The University of Sheffield is a globally reputed university renowned for its world-leading research. It is also a world top-100 university, that strives to solve society’s greatest challenges through its excellence, impact, unique teaching and distinctiveness for its research-led learning. With the implementation of CloudLIMS Lite, the Sheffield Biorepository is able to track biospecimens, their corresponding storage locations and associated data with ease. Using the cloud-based software, they are able to cut costs on IT infrastructure and personnel. Furthermore, they are able to streamline collaboration between members of the biorepository and external institutions.

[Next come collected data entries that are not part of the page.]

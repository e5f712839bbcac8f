package org.treeproof.study;

import static org.junit.jupiter.api.Assertions.assertEquals;
import static org.junit.jupiter.api.Assertions.assertFalse;
import static org.junit.jupiter.api.Assertions.assertTrue;

import java.util.ArrayList;
import java.util.List;
import java.util.SplittableRandom;
import org.junit.jupiter.api.Test;
import org.treeproof.data.DataMatrix;
import org.treeproof.resample.LocalExecutor;
import org.treeproof.tree.Linkage;

/** The decision rule on studies whose answer is known by construction. */
class RecommenderTest {

    /** 19 null sets: the fewest with which a Monte Carlo p-value can reach 0.05 (1/20). */
    static StudySettings settings(int maxK) {
        return StudySettings.builder().linkages(List.of(Linkage.AVERAGE, Linkage.WARD)).maxK(maxK).replicates(30)
                .referenceSets(10).nullSets(19).nullReplicates(5).seed(11).build();
    }

    static Recommendation decide(DataMatrix data, int maxK) {
        Evidence e = new StudyRunner(StudyInput.of(data), settings(maxK), new LocalExecutor(2), 2, StudyProgress.SILENT)
                .run();
        return Recommender.of(e, DecisionRule.DEFAULT).recommend();
    }

    /** Groups of {@code size} points around the given centres, unit Gaussian noise, in centres[0].length dims. */
    static DataMatrix groups(double[][] centres, int size, long seed) {
        var rng = new SplittableRandom(seed);
        int p = centres[0].length;
        int n = centres.length * size;
        double[] v = new double[n * p];
        var ids = new ArrayList<String>();
        for (int i = 0; i < n; i++) {
            ids.add("s" + i);
            for (int j = 0; j < p; j++) {
                v[i * p + j] = centres[i % centres.length][j] + StudyRunnerTest.gaussian(rng);
            }
        }
        var names = new ArrayList<String>();
        for (int j = 0; j < p; j++) {
            names.add("f" + j);
        }
        return new DataMatrix(ids, names, v);
    }

    @Test
    void threeSeparatedGroupsAreSupportedAtThree() {
        Recommendation r = decide(StudyRunnerTest.threeGroups(20, 21), 6);
        assertEquals(Verdict.SUPPORTED, r.verdict());
        assertEquals(3, r.k());
        assertEquals(List.of(3), r.levels());
        assertTrue(r.flaggedClusters().isEmpty());
        assertTrue(r.cutHeight().low() < r.cutHeight().chosen() && r.cutHeight().chosen() < r.cutHeight().high());
        assertTrue(r.reasons().get(0) instanceof Reason.Structure s && s.found());
        assertTrue(r.reasons().stream().anyMatch(x -> x instanceof Reason.Chosen c && c.assessment().k() == 3));
        assertEquals(0, r.outlierCount());
    }

    @Test
    void oneGaussianIsUnsupportedWithKOne() {
        Recommendation r = decide(groups(new double[][] {{0, 0, 0, 0, 0}}, 60, 4), 6);
        assertEquals(Verdict.UNSUPPORTED, r.verdict());
        assertEquals(1, r.k());
        assertTrue(r.levels().isEmpty());
        assertTrue(r.reasons().get(0) instanceof Reason.Structure s && !s.found(), r.reasons().toString());
    }

    @Test
    void twoFamiliesOfTwoShowBothLevels() {
        // families 24 apart on axis 0; within each, two strains 10 apart on axis 1 (family 0) or 2 (family 1)
        double[][] centres = {{0, 0, 0, 0}, {0, 10, 0, 0}, {24, 0, 0, 0}, {24, 0, 10, 0}};
        DataMatrix data = groups(centres, 15, 8);
        Evidence e = new StudyRunner(StudyInput.of(data), settings(6), new LocalExecutor(2), 2, StudyProgress.SILENT).run();
        Recommendation r = Recommender.of(e, DecisionRule.DEFAULT).recommend();
        assertTrue(r.levels().contains(2) && r.levels().contains(4), "levels " + r.levels());
        assertFalse(r.levels().contains(3), "k = 3 splits only one family: " + r.levels());
        assertEquals(Verdict.SUPPORTED, r.verdict());
        assertEquals(4, r.k(), "the finest supported level is recommended");
        // Votes, counted here by hand: each replicate goes to the finest level it reproduces, its ARI with that
        // cut at least 0.75 (Hennig's stable band, 2007).
        LinkageEvidence le = e.linkages().stream().filter(x -> x.linkage() == r.linkage()).findFirst().orElseThrow();
        int replicates = le.at(2).replicateAri().length;
        assertEquals(r.levels(), r.votes().stream().map(Recommendation.KShare::k).toList());
        for (Recommendation.KShare share : r.votes()) {
            int count = 0;
            for (int i = 0; i < replicates; i++) {
                boolean reproduced = le.at(share.k()).replicateAri()[i] >= 0.75;
                boolean finerReproduced = false;
                for (int finer : r.levels()) {
                    finerReproduced |= finer > share.k() && le.at(finer).replicateAri()[i] >= 0.75;
                }
                count += reproduced && !finerReproduced ? 1 : 0;
            }
            assertEquals(count / (double) replicates, share.share(), 1e-12, "k = " + share.k());
        }
    }

    @Test
    void everyCriterionStatesItsChoice() {
        Recommendation r = decide(StudyRunnerTest.threeGroups(15, 2), 5);
        var names = r.criteria().stream().map(Recommendation.CriterionChoice::name).toList();
        assertEquals(List.of("excess over the null", "stability (mean ARI)", "PAC", "smallest cluster Jaccard",
                "silhouette", "Calinski-Harabasz", "Davies-Bouldin", "Dunn", "gap statistic"), names);
        assertEquals(2, r.linkages().size());
        assertEquals(1.0, r.agreement()[0][0]);
    }
}
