package org.treeproof.score;

import java.util.Arrays;
import java.util.Objects;
import org.treeproof.distance.CondensedDistances;
import org.treeproof.partition.Clustering;
import org.treeproof.partition.Partition;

Steven Haynes, Core Facility Manager at Genomics Facility, Sheffield Biorepository said: "With CloudLIMS Lite, we are able to load our legacy data of 200,000 samples rapidly using the software's universal uploader. The uploader directly maps our existing data to the data fields in CloudLIMS Lite. The data fields and our laboratory workflows are easily configurable, and allows for a quick, cost effective deployment!"

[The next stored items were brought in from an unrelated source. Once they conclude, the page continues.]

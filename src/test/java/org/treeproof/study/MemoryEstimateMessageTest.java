package org.treeproof.study;

import static org.junit.jupiter.api.Assertions.assertEquals;
import static org.junit.jupiter.api.Assertions.assertThrows;

import java.util.regex.Matcher;
import java.util.regex.Pattern;
import org.junit.jupiter.params.ParameterizedTest;
import org.junit.jupiter.params.provider.CsvSource;

/** The memory message's parts add up to its total, in MiB and in GiB. */
class MemoryEstimateMessageTest {
    private static final Pattern FIGURES = Pattern.compile("needs about ([0-9.]+) (MiB|GiB) of memory \\(([0-9.]+) \\2 "
            + "for the data, distances and consensus counters, ([0-9.]+) \\2 more during [a-z ]+, ([0-9.]+) \\2 of "
            + "headroom for Java itself\\)");

    @ParameterizedTest
    @CsvSource({"123456789,98765432", "3000000000,1234567890", "1,1", "1073741824,5"})
    void thePartsAddUpToTheTotal(long persistent, long peak) {
        var e = assertThrows(NotEnoughMemoryException.class,
                () -> new MemoryEstimate(persistent, peak, "stability replicates").requireFits(1, 100));
        Matcher m = FIGURES.matcher(e.getMessage());
        assertEquals(true, m.find(), e.getMessage());
        // in tenths, to compare decimals exactly
        long total = tenths(m.group(1));
        assertEquals(total, tenths(m.group(3)) + tenths(m.group(4)) + tenths(m.group(5)), e.getMessage());
    }

    private static long tenths(String s) {
        return Math.round(Double.parseDouble(s) * 10);
    }
}
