package org.treeproof.study;

import static org.junit.jupiter.api.Assertions.assertEquals;
import static org.junit.jupiter.api.Assertions.assertTrue;

import org.junit.jupiter.api.Test;
import org.treeproof.tree.Linkage;

/**
 * Which linkage's choice is recommended (item 3 of {@link DecisionRule}), on facts built by hand: the best solution
 * in the rule's order names the verdict; when it is supported, the finest supported level over every linkage is
 * recommended. The case is the lopsided groups of suite draw 5 (400, 40 and 12 samples) as measured: Ward's best is
 * k = 2 (the 12 inside the 400) with excess 18.4, average linkage's k = 3 (the three planted groups, every cluster
 * stable) with excess 6.7.
 */
class RecommendedLinkageTest {
    private static final DecisionRule RULE = DecisionRule.DEFAULT;

    private static Assessment supported(Linkage linkage, int k, double excess) {
        return RULE.assess(new Assessment.Facts(linkage, k, 0, 0.96, 0.95, true, 0, 0.5, 0.3, true, excess, 0.05,
                0.8, 0.001));
    }

    private static Assessment tentative(Linkage linkage, int k, double excess) {
        return RULE.assess(new Assessment.Facts(linkage, k, 0, 0.8, 0.6, true, 1, 0.3, 0.1, true, excess, 0.05,
                0.8, 0.001));
    }

    @Test
    void theFinestSupportedLevelOfAnyLinkageIsRecommended() {
        Assessment ward2 = supported(Linkage.WARD, 2, 18.4);
        Assessment average3 = supported(Linkage.AVERAGE, 3, 6.7);
        assertEquals(Verdict.SUPPORTED, ward2.verdict());
        Assessment[] best = {average3, null, ward2};
        // Ward's best comes first in the order (larger excess), but average linkage's level is finer
        assertTrue(RULE.order().compare(ward2, average3) < 0);
        assertEquals(0, Recommender.recommendedLinkage(best, best, RULE.order()));
    }

    @Test
    void aLinkageIsJudgedByItsFinestLevelNotItsBestSolution() {
        // Ward's best is k = 2 but its finest supported level is k = 4; average's best and finest is k = 3
        Assessment[] best = {supported(Linkage.AVERAGE, 3, 6.7), null, supported(Linkage.WARD, 2, 18.4)};
        Assessment[] choice = {best[0], null, supported(Linkage.WARD, 4, 9.0)};
        assertEquals(2, Recommender.recommendedLinkage(best, choice, RULE.order()));
    }

    @Test
    void equallyFineLevelsGoToTheLinkageWhoseBestComesFirst() {
        Assessment[] best = {supported(Linkage.AVERAGE, 3, 6.7), supported(Linkage.COMPLETE, 3, 30.0),
            supported(Linkage.WARD, 3, 18.4)};
        assertEquals(1, Recommender.recommendedLinkage(best, best, RULE.order()));
    }

    @Test
    void aTentativeSolutionNeverOutranksASupportedOneByBeingFiner() {
        Assessment[] best = {tentative(Linkage.AVERAGE, 6, 40.0), null, supported(Linkage.WARD, 2, 5.0)};
        assertEquals(Verdict.TENTATIVE, best[0].verdict());
        assertEquals(2, Recommender.recommendedLinkage(best, best, RULE.order()));
    }

    @Test
    void withoutASupportedSolutionTheOrderAloneDecides() {
        Assessment[] best = {tentative(Linkage.AVERAGE, 4, 10.0), null, tentative(Linkage.WARD, 2, 12.0)};
        assertEquals(2, Recommender.recommendedLinkage(best, best, RULE.order()));
        assertEquals(-1, Recommender.recommendedLinkage(new Assessment[] {null, null}, new Assessment[] {null, null},
                RULE.order()));
    }
}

Arun Apte, Chief Executive Officer of CloudLIMS said: “The University of Sheffield selected CloudLIMS Lite after a rigorous assessment of their needs and available solutions. We came in at a time when the biobank had already tried out another LIMS solution which was unable to meet their needs. We not only met their requirements, we also delivered additional functionality that they were looking for. We look forward to supporting The University of Sheffield's vision of delivering life-changing discoveries."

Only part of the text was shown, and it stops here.